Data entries
++++++++++

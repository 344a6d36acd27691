/**
 * Checking that a value is a design result before using it: the structure and
 * numbers of every field a consumer reads (spec, stages, verification). A
 * result returned by `designFilter` or `fromJson` in this process is known good
 * and passes at once; anything else (a hand-built or edited object) is checked
 * field by field, and the first bad field is reported with its path.
 *
 * @module
 */
import { FilterwrightError, InvalidArgumentError, type ErrorDetails } from "../errors.ts";
import { getTopology } from "../topologies/index.ts";
import { isInSeries } from "../parts/index.ts";
import { specToInput, validateSpec, type DesignSpec } from "./spec.ts";
import { compare } from "./recheck.ts";
import type { DesignAction, DesignResult, DesignWarning } from "./types.ts";

const known = new WeakSet<object>();

/**
 * Freeze a plain-data value and everything inside it, walking with an
 * explicit stack (no recursion, so data nested to any depth cannot exhaust
 * the call stack).
 *
 * @param x - plain data (objects, arrays, numbers, strings)
 * @returns the same value, deeply frozen
 */
export function deepFreeze<T>(x: T): T {
  const stack: unknown[] = [x];
  while (stack.length > 0) {
    const v = stack.pop();
    if (v === null || typeof v !== "object" || Object.isFrozen(v)) continue;
    Object.freeze(v);
    for (const k of Object.keys(v)) stack.push((v as Record<string, unknown>)[k]);
  }
  return x;
}

/**
 * Mark a result as produced by this library (called by `designFilter` and
 * `fromJson`), so later checks pass without walking it again.
 *
 * @param result - a result built and checked by this library
 * @returns the same result
 */
export function registerDesignResult<T extends DesignResult>(result: T): T {
  known.add(result);
  return result;
}

type Raw = Record<string, unknown>;

/** Builds the error thrown for a bad field: `ParseError` when reading JSON, `InvalidArgumentError` for an argument. */
export type ResultErrorFactory = (details: ErrorDetails) => FilterwrightError;

/** How strictly {@link checkDesignResult} reads a value. */
export interface ResultCheckOptions {
  /** Prefix of every error path (e.g. `"result"`). */
  readonly prefix: string;
  /** Builds the error for a bad field. */
  readonly make: ResultErrorFactory;
  /**
   * Refuse unknown fields (every object has its list of accepted keys), and
   * require each stage's parts to be exactly its topology's components, each
   * value in the spec's series (what `fromJson` asks of a file).
   * @defaultValue false
   */
  readonly strict?: boolean;
}

function listOf(keys: readonly string[]): string {
  return keys.map((k) => JSON.stringify(k)).join(", ");
}

class Checker {
  constructor(
    readonly fn: string,
    readonly make: ResultErrorFactory,
    readonly strict: boolean,
  ) {}

  fail(path: string, message: string, received?: unknown): never {
    throw this.make({ fn: this.fn, path, message, ...(arguments.length >= 3 ? { received } : {}) });
  }

  obj(path: string, v: unknown, allowed?: readonly string[]): Raw {
    if (typeof v !== "object" || v === null || Array.isArray(v)) this.fail(path, "expected an object", v);
    if (this.strict && allowed !== undefined) this.keys(path, v as Raw, allowed);
    return v as Raw;
  }

  /** Refuse (in strict mode) a key not in `allowed`, naming its path. */
  keys(path: string, o: Raw, allowed: readonly string[]): void {
    if (!this.strict) return;
    for (const k of Object.keys(o)) {
      if (!allowed.includes(k)) this.fail(`${path}.${k}`, `unknown field; accepted fields here are ${listOf(allowed)}`);
    }
  }

  arr(path: string, v: unknown): unknown[] {
    if (!Array.isArray(v)) this.fail(path, "expected an array", v);
    return v as unknown[];
  }

  num(path: string, v: unknown, positive = false): number {
    if (typeof v !== "number" || !Number.isFinite(v) || (positive && !(v > 0))) {
      this.fail(path, positive ? "expected a finite number greater than zero" : "expected a finite number", v);
    }
    return v as number;
  }

  /** A number that may be absent (not checked then). */
  optNum(path: string, v: unknown, positive = false): void {
    if (v !== undefined) this.num(path, v, positive);
  }

  /** A whole number from `min` up. */
  int(path: string, v: unknown, min: number): number {
    if (typeof v !== "number" || !Number.isInteger(v) || v < min) this.fail(path, `expected a whole number of at least ${min}`, v);
    return v as number;
  }

  str(path: string, v: unknown): string {
    if (typeof v !== "string") this.fail(path, "expected a string", v);
    return v as string;
  }

  bool(path: string, v: unknown): boolean {
    if (typeof v !== "boolean") this.fail(path, "expected true or false", v);
    return v as boolean;
  }

  oneOf(path: string, v: unknown, allowed: readonly string[]): string {
    if (typeof v !== "string" || !allowed.includes(v)) this.fail(path, `expected one of ${listOf(allowed)}`, v);
    return v as string;
  }

  figures(path: string, v: unknown): void {
    const f = this.obj(path, v, ["f0Hz", "q", "fzHz", "realPoleHz", "gain"]);
    this.num(`${path}.f0Hz`, f["f0Hz"], true);
    this.num(`${path}.gain`, f["gain"]);
    this.optNum(`${path}.q`, f["q"], true);
    this.optNum(`${path}.fzHz`, f["fzHz"], true);
    this.optNum(`${path}.realPoleHz`, f["realPoleHz"], true);
  }

  errors(path: string, v: unknown): void {
    const e = this.obj(path, v, ["f0", "q", "fz", "gain"]);
    for (const k of ["f0", "q", "fz", "gain"]) this.num(`${path}.${k}`, e[k]);
  }

  /** A fraction from 0 to 1. */
  fraction(path: string, v: unknown): number {
    const x = this.num(path, v);
    if (x < 0 || x > 1) this.fail(path, "expected a fraction from 0 to 1", x);
    return x;
  }
}

function topologyOrFail(c: Checker, path: string, id: string): ReturnType<typeof getTopology> {
  try {
    return getTopology(id);
  } catch {
    return c.fail(path, "unknown topology id", id);
  }
}
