import fc from "fast-check";
import { describe, expect, it } from "vitest";
import { closestNames, didYouMean, editDistance } from "../../src/cli/suggest.ts";

/**
 * The optimal string alignment distance by its recursive definition (Damerau's four single errors, each
 * substring edited once), memoised: an independent implementation to check the three-row table against.
 */
function osaByRecursion(a: string, b: string): number {
  const memo = new Map<string, number>();
  const d = (i: number, j: number): number => {
    if (i === 0) return j;
    if (j === 0) return i;
    const key = `${i},${j}`;
    const hit = memo.get(key);
    if (hit !== undefined) return hit;
    let v = Math.min(d(i - 1, j) + 1, d(i, j - 1) + 1, d(i - 1, j - 1) + (a[i - 1] === b[j - 1] ? 0 : 1));
    if (i > 1 && j > 1 && a[i - 1] === b[j - 2] && a[i - 2] === b[j - 1]) v = Math.min(v, d(i - 2, j - 2) + 1);
    memo.set(key, v);
    return v;
  };
  return d(a.length, b.length);
}

describe("editDistance", () => {
  it("counts Levenshtein's three edits and Damerau's adjacent transposition as one each", () => {
    expect(editDistance("kitten", "sitting")).toBe(3); // two substitutions and an insertion
    expect(editDistance("", "abc")).toBe(3);
    expect(editDistance("design", "design")).toBe(0);
    expect(editDistance("desing", "design")).toBe(1); // one transposition (Levenshtein alone: 2)
    expect(editDistance("E69", "E96")).toBe(1);
    // The restricted variant: "ca" -> "abc" is 3 here (the unrestricted distance is 2: ca -> ac -> abc).
    expect(editDistance("ca", "abc")).toBe(3);
  });

  it("equals the recursive definition, is symmetric, and never exceeds the longer length", () => {
    const word = fc.string({ unit: fc.constantFrom("a", "b", "c", "-"), maxLength: 7 });
    fc.assert(
      fc.property(word, word, (a, b) => {
        const d = editDistance(a, b);
        expect(d).toBe(osaByRecursion(a, b));
        expect(editDistance(b, a)).toBe(d);
        expect(d).toBeLessThanOrEqual(Math.max(a.length, b.length));
        expect(d === 0).toBe(a === b);
      }),
      { numRuns: 300, seed: 1964 },
    );
  });
});

describe("closestNames and didYouMean", () => {
  const families = ["butterworth", "chebyshev1", "chebyshev2", "elliptic", "bessel", "legendre", "auto"];
  it("offers the nearest names within a third of the word's length, ties together", () => {
    expect(closestNames("buterworth", families)).toEqual(["butterworth"]);
    expect(closestNames("chebyshev", families)).toEqual(["chebyshev1", "chebyshev2"]);
    expect(closestNames("BESSEL", families)).toEqual(["bessel"]);
    expect(closestNames("gaussian", families)).toEqual([]);
    expect(closestNames("", families)).toEqual([]);
  });
  it("falls back to names the word begins, and says the clause", () => {
    expect(closestNames("ellip", families)).toEqual(["elliptic"]);
    expect(didYouMean("pass-los", ["pass", "pass-loss", "pass-top"], "--")).toBe('; did you mean "--pass-loss"?');
    expect(didYouMean("chebyshev", families)).toBe('; did you mean "chebyshev1" or "chebyshev2"?');
    expect(didYouMean("zzz", families)).toBe("");
  });
});
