/** Every option, in help order. */
export const OPTIONS: readonly OptionDef[] = [
  { name: "response", kind: "enum", placeholder: "R", what: "the response", example: "lowpass", help: "lowpass | highpass | bandpass | bandstop", commands: MASK, paths: ["response"], required: true, values: () => Object.keys(RESPONSES), section: "spec" },
  { name: "pass", kind: "edges", placeholder: "F[,F2]", what: "the passband edge in Hz, or two separated by a comma", example: "20k", help: "passband edge(s), e.g. 20k or 300,3.4k (Hz)", commands: MASK, paths: ["passband.edgeHz"], required: true, section: "spec" },
  { name: "pass-loss", kind: "db", placeholder: "DB", what: "the largest passband loss in dB", example: "0.5", help: "largest passband loss (dB)", commands: MASK, paths: ["passband.maxLossDb"], required: true, section: "spec" },
  { name: "pass-top", kind: "frequency", placeholder: "F", what: "the top of the checked passband in Hz", example: "200k", help: "highpass/bandstop: check the passband up to F (default 100 x edge)", commands: MASK, paths: ["passband.topHz"], section: "spec" },
  { name: "stop", kind: "edges", placeholder: "F[,F2]", what: "the stopband edge in Hz, or two separated by a comma", example: "60k", help: "stopband edge(s) (Hz)", commands: MASK, paths: ["stopband.edgeHz"], required: true, section: "spec" },
  { name: "stop-atten", kind: "db", placeholder: "DB", what: "the smallest stopband attenuation in dB", example: "60", help: "smallest stopband attenuation (dB)", commands: MASK, paths: ["stopband.minAttenuationDb"], required: true, section: "spec" },
  { name: "gain", kind: "db", placeholder: "DB", what: "the passband gain in dB", example: "6", help: "passband gain in dB (default 0)", commands: DESIGNING, paths: ["gain.db"], conflicts: { "gain-vv": "both set the passband gain" }, section: "spec" },
  { name: "gain-vv", kind: "plain-quantity", placeholder: "X", what: "the passband gain in V/V (negative: inverting)", example: "2", help: "passband gain in V/V (negative: inverting)", commands: DESIGNING, paths: ["gain.vPerV"], conflicts: { gain: "both set the passband gain" }, section: "spec" },
  { name: "polarity", kind: "enum", placeholder: "P", what: "the gain's sign", example: "non-inverting", help: "non-inverting | inverting | either", commands: DESIGNING, paths: ["gain.polarity"], values: () => Object.keys(POLARITIES), section: "spec" },
  { name: "family", kind: "enum", placeholder: "NAME", what: "the approximation family", example: "butterworth", help: `auto (default) | ${FAMILY_NAMES.join(" | ")}`, commands: MASK, paths: ["family"], values: () => [...FAMILY_NAMES, "auto"], section: "spec" },
  { name: "priority", kind: "enum", placeholder: "P", what: "what the automatic family choice puts first", example: "fewest-stages", help: "fewest-op-amps (default) | fewest-stages | flattest-delay | monotonic", commands: MASK, paths: ["priority"], values: () => Object.keys(PRIORITIES), section: "spec" },
  { name: "order", kind: "order", placeholder: "N", what: `the prototype order, a whole number from 1 to ${MAX_SPEC_ORDER}`, example: "6", help: "fix the prototype order", commands: MASK, paths: ["order"], section: "spec" },
  { name: "topology", kind: "enum-list", placeholder: "ID", what: 'a topology id (see filterwright topologies), "auto", or one per stage separated by commas', example: "auto", help: "one topology for every stage, or ID1,ID2,... per stage (filterwright topologies lists them)", commands: DESIGNING, paths: ["topology"], values: () => [...topologies.map((t) => t.id), "auto"], section: "spec" },
  { name: "caps", kind: "enum", placeholder: "SERIES", what: "a capacitor series", example: "E12", help: `capacitor series (default E12): ${SERIES_NAMES.join(" ")}`, commands: MASK, paths: ["parts.capacitorSeries"], values: () => SERIES_NAMES, section: "spec" },
  { name: "res", kind: "enum", placeholder: "SERIES", what: "a resistor series", example: "E96", help: "resistor series (default E96)", commands: DESIGNING, paths: ["parts.resistorSeries"], values: () => SERIES_NAMES, section: "spec" },
  { name: "r-min", kind: "ohms", placeholder: "OHMS", what: "the smallest resistor in ohms", example: "1k", help: "resistor window, smallest (default: a decade below a level that follows the frequency, 10k x sqrt(1.59 kHz / f) held to 2k-316k)", commands: DESIGNING, paths: ["parts.resistorMinOhm"], section: "spec" },
  { name: "r-max", kind: "ohms", placeholder: "OHMS", what: "the largest resistor in ohms", example: "100k", help: "resistor window, largest (default: a decade above the same level)", commands: DESIGNING, paths: ["parts.resistorMaxOhm"], section: "spec" },
  { name: "c-min", kind: "farads", placeholder: "F", what: "the smallest capacitor in farads", example: "100p", help: "capacitor window, smallest (default 10p)", commands: DESIGNING, paths: ["parts.capacitorMinF"], section: "spec" },
  { name: "c-max", kind: "farads", placeholder: "F", what: "the largest capacitor in farads", example: "10u", help: "capacitor window, largest (default 10u)", commands: DESIGNING, paths: ["parts.capacitorMaxF"], section: "spec" },
  { name: "cap-tol", kind: "fraction", placeholder: "T", what: "the capacitor tolerance, a percentage or a fraction", example: "2%", help: "fix the capacitor tolerance, e.g. 2% or 0.02 (default 5 %, tightened per part if the yield needs it)", commands: MASK, paths: ["parts.capacitorTolerance"], section: "spec" },
  { name: "res-tol", kind: "fraction", placeholder: "T", what: "the resistor tolerance, a percentage or a fraction", example: "1%", help: "fix the resistor tolerance (default: the series' usual, tightened per part if the yield needs it)", commands: DESIGNING, paths: ["parts.resistorTolerance"], section: "spec" },
  { name: "yield-target", kind: "fraction", placeholder: "Y", what: "the fraction of boards that must meet the mask, a percentage or a fraction", example: "99%", help: "fraction of boards that must meet the mask, e.g. 99% or 0.99 (default 95%)", commands: MASK, paths: ["yieldTarget"], section: "spec" },
  { name: "distribution", kind: "enum", placeholder: "D", what: "the part spread within tolerance", example: "normal", help: "part spread within tolerance: uniform (default) | normal (tolerance = 3 sigma)", commands: MASK, paths: ["parts.distribution"], values: () => Object.keys(DISTRIBUTIONS), section: "spec" },
  { name: "input-peak", kind: "volts", placeholder: "V", what: "the largest input in volts peak", example: "1", help: "largest input (V peak); checks every op-amp output for clipping", commands: DESIGNING, paths: ["levels.inputPeakV"], section: "spec" },
  { name: "swing", kind: "volts", placeholder: "V", what: "the op-amp output swing in volts peak", example: "10", help: "op-amp output swing (V peak, default 10); checks every op-amp output for clipping", commands: DESIGNING, paths: ["levels.outputSwingV"], section: "spec" },
  { name: "opamp-en", kind: "density-v", placeholder: "EN", what: "the op-amp's voltage noise density in V/rtHz, such as 8n", example: "8n", help: "op-amp voltage noise (V/rtHz, e.g. 8n), counted in the design's dynamic range (default 0: resistors only)", commands: DESIGNING, paths: ["levels.opampVoltageNoise"], section: "spec" },
  { name: "opamp-in", kind: "density-a", placeholder: "IN", what: "the op-amp's current noise density in A/rtHz, such as 1p", example: "1p", help: "op-amp current noise (A/rtHz, e.g. 1p), counted in the design's dynamic range (default 0)", commands: DESIGNING, paths: ["levels.opampCurrentNoise"], section: "spec" },
  { name: "gbw", kind: "frequency-or-ideal", placeholder: "HZ", what: 'the op-amp gain-bandwidth in Hz, or "ideal"', example: "10M", help: "real op-amp (single pole) of this gain-bandwidth; default ideal", commands: DESIGNING, paths: ["opamp.gbwHz", "opamp"], section: "spec" },
  { name: "a0", kind: "plain-quantity", placeholder: "GAIN", what: "the op-amp open-loop gain in V/V", example: "1e5", help: "its open-loop gain (default 1e5; needs --gbw)", commands: DESIGNING, paths: ["opamp.a0"], section: "spec" },
  { name: "realisation", kind: "enum", placeholder: "R", what: "a realisation", example: "auto", help: "cascade (default) | active-ladder | auto: compare the cascade with the active ladders on the spec's yield boards and keep the one that meets the yield target with the fewest op-amps (filterwright ladder designs a passive LC ladder)", commands: DESIGNING, paths: ["realisation"], values: () => ["cascade", "active-ladder", "auto"], conflicts: { compare: "--realisation already compares the realisations, on the spec's yield boards" }, section: "spec" },
  { name: "spec", kind: "path", placeholder: "FILE", what: "a JSON spec file, or - for standard input", example: "spec.json", help: "read the spec from a JSON file (- reads standard input); spec options override its fields", commands: ["design", "ladder"], section: "spec" },
  { name: "scenario", kind: "enum", placeholder: "NAME", what: "a demo scenario", example: "vibration", help: `demo scenario: ${Object.keys(SCENARIOS).join(" | ")} (default vibration)`, commands: ["demo"], values: () => Object.keys(SCENARIOS), section: "spec" },
  { name: "source-ohms", kind: "ohms", placeholder: "R", what: "the source resistance", example: "50", help: "ladder: source resistance (default 50 Ω)", commands: ["ladder"], section: "spec" },
  { name: "load-ohms", kind: "ohms", placeholder: "R", what: "the load resistance", example: "50", help: "ladder: load resistance (default: equal, or what the family needs)", commands: ["ladder"], section: "spec" },
  { name: "form", kind: "enum", placeholder: "F", what: "the ladder's first arm", example: "shunt-first", help: "ladder: shunt-first (default) | series-first", commands: ["ladder"], values: () => ["shunt-first", "series-first"], section: "spec" },
  { name: "inductors", kind: "enum", placeholder: "SERIES", what: "an inductor series", example: "E24", help: "ladder: inductor series, E12 (default) | E24", commands: ["ladder"], values: () => ["E12", "E24"], section: "spec" },
  { name: "ind-tol", kind: "fraction", placeholder: "T", what: "the inductor tolerance, a percentage or a fraction", example: "5%", help: "ladder: inductor tolerance, e.g. 5% (default: the series' usual)", commands: ["ladder"], section: "spec" },
  { name: "inductor-q", kind: "plain-quantity", placeholder: "Q", what: "the inductors' quality factor", example: "80", help: "ladder: inductor Q at the edge or centre (default 50)", commands: ["ladder"], section: "spec" },
  { name: "boards", kind: "count", placeholder: "N", what: "a whole number of boards from 1 to 100000", example: "2000", help: "ladder: Monte Carlo boards of the yield check (default 1000)", commands: ["ladder"], section: "output" },
  { name: "json", kind: "path", placeholder: "FILE", what: "a file path, or - for standard output", example: "result.json", help: "the design record as JSON", commands: MASK, section: "output" },
  { name: "netlist", kind: "path", placeholder: "FILE", what: "a file path, or - for standard output", example: "filter.cir", help: "the SPICE netlist", commands: MASK, section: "output" },
  { name: "bom", kind: "path", placeholder: "FILE", what: "a file path, or - for standard output", example: "bom.csv", help: "the bill of materials (CSV)", commands: MASK, section: "output" },
  { name: "markdown", kind: "path", placeholder: "FILE", what: "a file path, or - for standard output", example: "design.md", help: "the design summary (Markdown)", commands: MASK, section: "output" },
  { name: "svg", kind: "path", placeholder: "FILE", what: "a file path, or - for standard output", example: "response.svg", help: "a plot (SVG): the magnitude and the mask unless --plot names another kind", commands: DESIGNING, section: "output" },
  { name: "plot", kind: "enum", placeholder: "KIND", what: "a plot kind", example: "phase", help: `what --svg draws: ${PLOT_KINDS.join(" | ")} (default magnitude)`, commands: DESIGNING, values: () => [...PLOT_KINDS], section: "output" },
  { name: "sections", kind: "path", placeholder: "FILE", what: "a file path, or - for standard output", example: "sos.csv", help: "the as-built second-order sections, scipy's analog sos rows (CSV; JSON when FILE ends in .json)", commands: DESIGNING, section: "output" },
  { name: "curves", kind: "path", placeholder: "FILE", what: "a file path, or - for standard output", example: "curves.csv", help: "magnitude, phase and group delay (CSV, 1000 points)", commands: DESIGNING, section: "output" },
  { name: "sensitivity", kind: "none", placeholder: "", what: "", example: "", help: "list each part's sensitivities (S^f0, S^Q, S^gain)", commands: DESIGNING, section: "output" },
  { name: "yield", kind: "count", placeholder: "N", what: "a whole number of boards from 1 to 100000", example: "500", help: "also build N boards with parts spread within their tolerance (Monte Carlo)", commands: DESIGNING, section: "output" },
  { name: "seed", kind: "integer", placeholder: "S", what: "a whole number", example: "7", help: "seed of the --yield boards (default 1; needs --yield)", commands: DESIGNING, section: "output" },
  { name: "compare", kind: "none", placeholder: "", what: "", example: "", help: "compare the cascade with active ladders of the same prototype on the same --yield boards and choose by yield and op-amps; --netlist, --bom and --markdown then write the chosen one", commands: DESIGNING, conflicts: { realisation: "--realisation already compares the realisations, on the spec's yield boards" }, section: "output" },
  { name: "noise", kind: "density-v", placeholder: "EN", what: "a noise density in V/rtHz, such as 8n, or 0 for resistors only", example: "8n", help: "output noise: resistors plus op-amp voltage noise EN (V/rtHz, e.g. 8n; 0 for resistors only)", commands: DESIGNING, section: "output" },
  { name: "noise-in", kind: "density-a", placeholder: "IN", what: "a noise density in A/rtHz, such as 1p", example: "1p", help: "and op-amp current noise IN (A/rtHz, e.g. 1p; needs --noise)", commands: DESIGNING, section: "output" },
  { name: "progress", kind: "none", placeholder: "", what: "", example: "", help: "report each step of a long run on standard error (family, search, yield candidates, boards)", commands: DESIGNING, section: "output" },
  { name: "quiet", kind: "none", placeholder: "", what: "", example: "", help: "print only the verification line", commands: MASK, section: "output" },
  { name: "help", kind: "none", placeholder: "", what: "", example: "", help: "this text (also -h)", commands: COMMANDS, section: "general" },
  { name: "version", kind: "none", placeholder: "", what: "", example: "", help: "the program version", commands: COMMANDS, section: "general" },
];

++++++++++

**Task item:**
Each line above holding the string "param" counts once; please report the total and nothing more.

**Answer below:**
2